> EXERCISE BRIEF:
Repeat the stretch of entries below from the line with "crossover.lowPass.sections, gain: 1" through the line with "outputs and of". Include both ends and add nothing.

> EXTRACTED ENTRIES:
================================
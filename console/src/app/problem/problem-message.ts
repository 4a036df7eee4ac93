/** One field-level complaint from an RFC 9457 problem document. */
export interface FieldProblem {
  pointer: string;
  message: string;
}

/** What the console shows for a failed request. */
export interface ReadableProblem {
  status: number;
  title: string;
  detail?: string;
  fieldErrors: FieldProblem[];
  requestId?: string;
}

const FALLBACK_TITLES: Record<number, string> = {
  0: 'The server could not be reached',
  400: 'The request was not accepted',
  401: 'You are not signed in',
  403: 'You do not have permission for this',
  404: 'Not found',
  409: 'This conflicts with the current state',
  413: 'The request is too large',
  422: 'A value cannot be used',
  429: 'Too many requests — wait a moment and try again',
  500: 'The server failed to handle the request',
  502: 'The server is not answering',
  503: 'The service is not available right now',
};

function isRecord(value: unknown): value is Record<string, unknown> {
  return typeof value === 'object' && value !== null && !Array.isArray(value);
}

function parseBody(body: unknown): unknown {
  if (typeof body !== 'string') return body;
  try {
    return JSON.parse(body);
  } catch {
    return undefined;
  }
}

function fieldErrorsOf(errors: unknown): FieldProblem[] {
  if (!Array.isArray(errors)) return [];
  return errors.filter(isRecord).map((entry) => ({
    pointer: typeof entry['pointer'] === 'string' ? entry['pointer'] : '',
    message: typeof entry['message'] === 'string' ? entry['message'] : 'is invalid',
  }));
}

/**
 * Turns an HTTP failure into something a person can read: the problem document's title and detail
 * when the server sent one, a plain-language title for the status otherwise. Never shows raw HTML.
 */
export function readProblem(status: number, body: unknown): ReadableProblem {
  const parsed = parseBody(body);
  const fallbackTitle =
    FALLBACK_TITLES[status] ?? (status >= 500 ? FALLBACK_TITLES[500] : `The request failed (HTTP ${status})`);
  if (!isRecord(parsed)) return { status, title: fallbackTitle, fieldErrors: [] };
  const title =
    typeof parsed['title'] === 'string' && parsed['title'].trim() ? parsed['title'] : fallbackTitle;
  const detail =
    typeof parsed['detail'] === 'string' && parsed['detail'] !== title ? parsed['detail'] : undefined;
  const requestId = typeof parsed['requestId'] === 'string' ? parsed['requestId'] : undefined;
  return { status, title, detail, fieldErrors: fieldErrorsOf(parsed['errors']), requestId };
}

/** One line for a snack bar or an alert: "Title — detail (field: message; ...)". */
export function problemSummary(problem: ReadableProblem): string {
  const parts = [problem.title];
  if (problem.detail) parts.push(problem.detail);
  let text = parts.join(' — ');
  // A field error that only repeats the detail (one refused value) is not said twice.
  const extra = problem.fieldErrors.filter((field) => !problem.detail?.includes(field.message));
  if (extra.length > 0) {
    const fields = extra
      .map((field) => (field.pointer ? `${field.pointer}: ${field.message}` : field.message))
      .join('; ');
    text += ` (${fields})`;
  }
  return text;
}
================================
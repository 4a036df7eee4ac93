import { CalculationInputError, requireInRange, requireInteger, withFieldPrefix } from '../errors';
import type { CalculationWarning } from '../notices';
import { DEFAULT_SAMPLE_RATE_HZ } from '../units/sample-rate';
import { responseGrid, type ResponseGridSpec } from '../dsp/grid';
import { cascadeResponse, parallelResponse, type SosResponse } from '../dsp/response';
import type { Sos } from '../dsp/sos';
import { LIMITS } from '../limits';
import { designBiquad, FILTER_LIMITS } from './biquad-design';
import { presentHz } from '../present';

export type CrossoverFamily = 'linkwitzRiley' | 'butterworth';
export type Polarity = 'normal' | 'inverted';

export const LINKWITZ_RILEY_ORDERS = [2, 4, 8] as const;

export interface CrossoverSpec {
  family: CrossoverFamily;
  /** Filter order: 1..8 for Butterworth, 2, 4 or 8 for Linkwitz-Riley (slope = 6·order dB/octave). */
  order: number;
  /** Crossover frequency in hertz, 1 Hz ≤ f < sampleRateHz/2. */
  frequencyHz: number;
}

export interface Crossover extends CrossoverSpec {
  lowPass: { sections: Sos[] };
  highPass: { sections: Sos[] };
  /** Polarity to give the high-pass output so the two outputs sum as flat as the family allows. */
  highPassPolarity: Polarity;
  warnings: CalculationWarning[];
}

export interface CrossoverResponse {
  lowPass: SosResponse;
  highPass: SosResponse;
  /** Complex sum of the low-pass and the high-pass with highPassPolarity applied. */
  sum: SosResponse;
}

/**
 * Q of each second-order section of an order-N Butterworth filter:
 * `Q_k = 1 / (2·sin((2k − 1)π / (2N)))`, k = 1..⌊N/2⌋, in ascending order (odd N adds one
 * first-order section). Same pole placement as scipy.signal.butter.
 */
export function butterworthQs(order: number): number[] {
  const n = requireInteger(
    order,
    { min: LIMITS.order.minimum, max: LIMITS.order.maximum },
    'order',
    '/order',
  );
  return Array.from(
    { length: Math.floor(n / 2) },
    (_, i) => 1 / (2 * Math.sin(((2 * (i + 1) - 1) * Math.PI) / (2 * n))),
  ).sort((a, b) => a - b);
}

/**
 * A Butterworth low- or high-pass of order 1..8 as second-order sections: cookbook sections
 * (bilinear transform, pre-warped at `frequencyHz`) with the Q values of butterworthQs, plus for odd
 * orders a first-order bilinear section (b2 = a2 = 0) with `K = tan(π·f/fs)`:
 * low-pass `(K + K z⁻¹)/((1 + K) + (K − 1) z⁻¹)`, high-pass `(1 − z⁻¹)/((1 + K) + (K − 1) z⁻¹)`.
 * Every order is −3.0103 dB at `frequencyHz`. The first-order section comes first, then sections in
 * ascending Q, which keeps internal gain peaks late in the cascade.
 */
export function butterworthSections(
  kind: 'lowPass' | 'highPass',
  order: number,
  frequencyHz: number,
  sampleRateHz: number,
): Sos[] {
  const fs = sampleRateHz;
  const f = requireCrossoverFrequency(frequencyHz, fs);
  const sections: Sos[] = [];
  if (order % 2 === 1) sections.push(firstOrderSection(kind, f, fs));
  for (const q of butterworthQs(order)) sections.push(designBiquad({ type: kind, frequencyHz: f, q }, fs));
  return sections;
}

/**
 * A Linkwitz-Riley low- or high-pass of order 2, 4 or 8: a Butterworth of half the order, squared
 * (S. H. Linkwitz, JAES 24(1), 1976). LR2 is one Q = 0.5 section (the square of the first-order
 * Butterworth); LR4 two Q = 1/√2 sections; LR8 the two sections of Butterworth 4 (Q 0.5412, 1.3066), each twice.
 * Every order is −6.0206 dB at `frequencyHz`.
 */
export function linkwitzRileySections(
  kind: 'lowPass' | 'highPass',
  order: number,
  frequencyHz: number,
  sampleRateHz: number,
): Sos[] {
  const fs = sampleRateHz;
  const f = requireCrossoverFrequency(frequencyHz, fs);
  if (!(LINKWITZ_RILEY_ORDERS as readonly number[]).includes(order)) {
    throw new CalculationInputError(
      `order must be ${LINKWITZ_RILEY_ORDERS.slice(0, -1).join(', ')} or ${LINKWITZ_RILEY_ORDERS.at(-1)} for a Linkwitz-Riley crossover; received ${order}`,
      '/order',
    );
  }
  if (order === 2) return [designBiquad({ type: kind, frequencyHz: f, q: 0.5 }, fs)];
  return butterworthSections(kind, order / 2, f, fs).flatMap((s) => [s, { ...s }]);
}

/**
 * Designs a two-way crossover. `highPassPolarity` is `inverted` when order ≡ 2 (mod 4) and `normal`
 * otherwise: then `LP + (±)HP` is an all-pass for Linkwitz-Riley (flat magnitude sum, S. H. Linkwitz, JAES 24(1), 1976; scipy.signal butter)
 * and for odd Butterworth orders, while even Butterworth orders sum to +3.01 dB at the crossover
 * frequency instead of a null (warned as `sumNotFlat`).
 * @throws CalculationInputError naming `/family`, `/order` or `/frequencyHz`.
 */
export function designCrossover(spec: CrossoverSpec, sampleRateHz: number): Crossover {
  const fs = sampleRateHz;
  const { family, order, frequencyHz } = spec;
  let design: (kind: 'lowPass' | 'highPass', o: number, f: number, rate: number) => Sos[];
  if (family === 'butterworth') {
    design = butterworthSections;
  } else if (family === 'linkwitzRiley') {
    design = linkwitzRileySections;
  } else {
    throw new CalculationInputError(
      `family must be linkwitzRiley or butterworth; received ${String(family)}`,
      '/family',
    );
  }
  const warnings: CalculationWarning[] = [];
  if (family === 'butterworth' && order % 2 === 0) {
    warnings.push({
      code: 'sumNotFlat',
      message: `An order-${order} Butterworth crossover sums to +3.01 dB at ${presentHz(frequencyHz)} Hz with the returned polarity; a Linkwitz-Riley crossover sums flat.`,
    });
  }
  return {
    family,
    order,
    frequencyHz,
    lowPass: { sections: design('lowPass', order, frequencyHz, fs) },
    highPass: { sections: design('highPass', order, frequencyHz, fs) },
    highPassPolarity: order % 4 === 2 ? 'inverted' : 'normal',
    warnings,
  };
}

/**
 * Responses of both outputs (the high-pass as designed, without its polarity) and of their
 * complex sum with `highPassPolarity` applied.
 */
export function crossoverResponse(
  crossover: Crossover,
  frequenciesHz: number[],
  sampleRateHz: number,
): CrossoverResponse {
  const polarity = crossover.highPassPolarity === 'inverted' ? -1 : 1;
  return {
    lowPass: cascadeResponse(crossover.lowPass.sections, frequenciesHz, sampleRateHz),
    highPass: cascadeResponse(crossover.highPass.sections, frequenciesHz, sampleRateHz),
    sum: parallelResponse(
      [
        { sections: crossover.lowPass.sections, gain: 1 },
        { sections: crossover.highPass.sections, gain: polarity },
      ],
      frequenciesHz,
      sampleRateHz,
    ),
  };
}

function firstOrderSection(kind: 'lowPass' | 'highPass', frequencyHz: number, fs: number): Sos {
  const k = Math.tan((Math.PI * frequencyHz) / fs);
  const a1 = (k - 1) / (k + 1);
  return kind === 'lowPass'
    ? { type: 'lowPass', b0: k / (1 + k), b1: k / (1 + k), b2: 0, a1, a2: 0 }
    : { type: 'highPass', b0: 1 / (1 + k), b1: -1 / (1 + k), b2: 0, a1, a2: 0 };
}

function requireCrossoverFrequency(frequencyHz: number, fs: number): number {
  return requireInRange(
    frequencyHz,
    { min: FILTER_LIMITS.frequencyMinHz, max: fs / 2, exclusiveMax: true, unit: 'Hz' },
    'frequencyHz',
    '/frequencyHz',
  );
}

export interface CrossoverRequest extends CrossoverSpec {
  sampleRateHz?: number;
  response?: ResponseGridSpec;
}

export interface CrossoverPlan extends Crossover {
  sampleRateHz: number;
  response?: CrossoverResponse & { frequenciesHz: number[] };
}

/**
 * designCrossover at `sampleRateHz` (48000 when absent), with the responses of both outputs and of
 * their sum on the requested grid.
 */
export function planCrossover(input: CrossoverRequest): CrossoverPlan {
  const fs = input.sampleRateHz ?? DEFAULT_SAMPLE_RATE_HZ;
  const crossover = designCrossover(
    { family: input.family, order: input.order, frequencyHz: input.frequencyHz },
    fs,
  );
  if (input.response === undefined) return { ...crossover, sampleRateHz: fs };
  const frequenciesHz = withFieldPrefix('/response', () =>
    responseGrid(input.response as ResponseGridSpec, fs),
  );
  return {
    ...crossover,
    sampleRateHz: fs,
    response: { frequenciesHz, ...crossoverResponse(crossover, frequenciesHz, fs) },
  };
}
================================
> SOLUTION TO THIS TASK:
        { sections: crossover.lowPass.sections, gain: 1 },
        { sections: crossover.highPass.sections, gain: polarity },
      ],
      frequenciesHz,
      sampleRateHz,
    ),
  };
}

function firstOrderSection(kind: 'lowPass' | 'highPass', frequencyHz: number, fs: number): Sos {
  const k = Math.tan((Math.PI * frequencyHz) / fs);
  const a1 = (k - 1) / (k + 1);
  return kind === 'lowPass'
    ? { type: 'lowPass', b0: k / (1 + k), b1: k / (1 + k), b2: 0, a1, a2: 0 }
    : { type: 'highPass', b0: 1 / (1 + k), b1: -1 / (1 + k), b2: 0, a1, a2: 0 };
}

function requireCrossoverFrequency(frequencyHz: number, fs: number): number {
  return requireInRange(
    frequencyHz,
    { min: FILTER_LIMITS.frequencyMinHz, max: fs / 2, exclusiveMax: true, unit: 'Hz' },
    'frequencyHz',
    '/frequencyHz',
  );
}

export interface CrossoverRequest extends CrossoverSpec {
  sampleRateHz?: number;
  response?: ResponseGridSpec;
}

export interface CrossoverPlan extends Crossover {
  sampleRateHz: number;
  response?: CrossoverResponse & { frequenciesHz: number[] };
}

/**
 * designCrossover at `sampleRateHz` (48000 when absent), with the responses of both outputs and of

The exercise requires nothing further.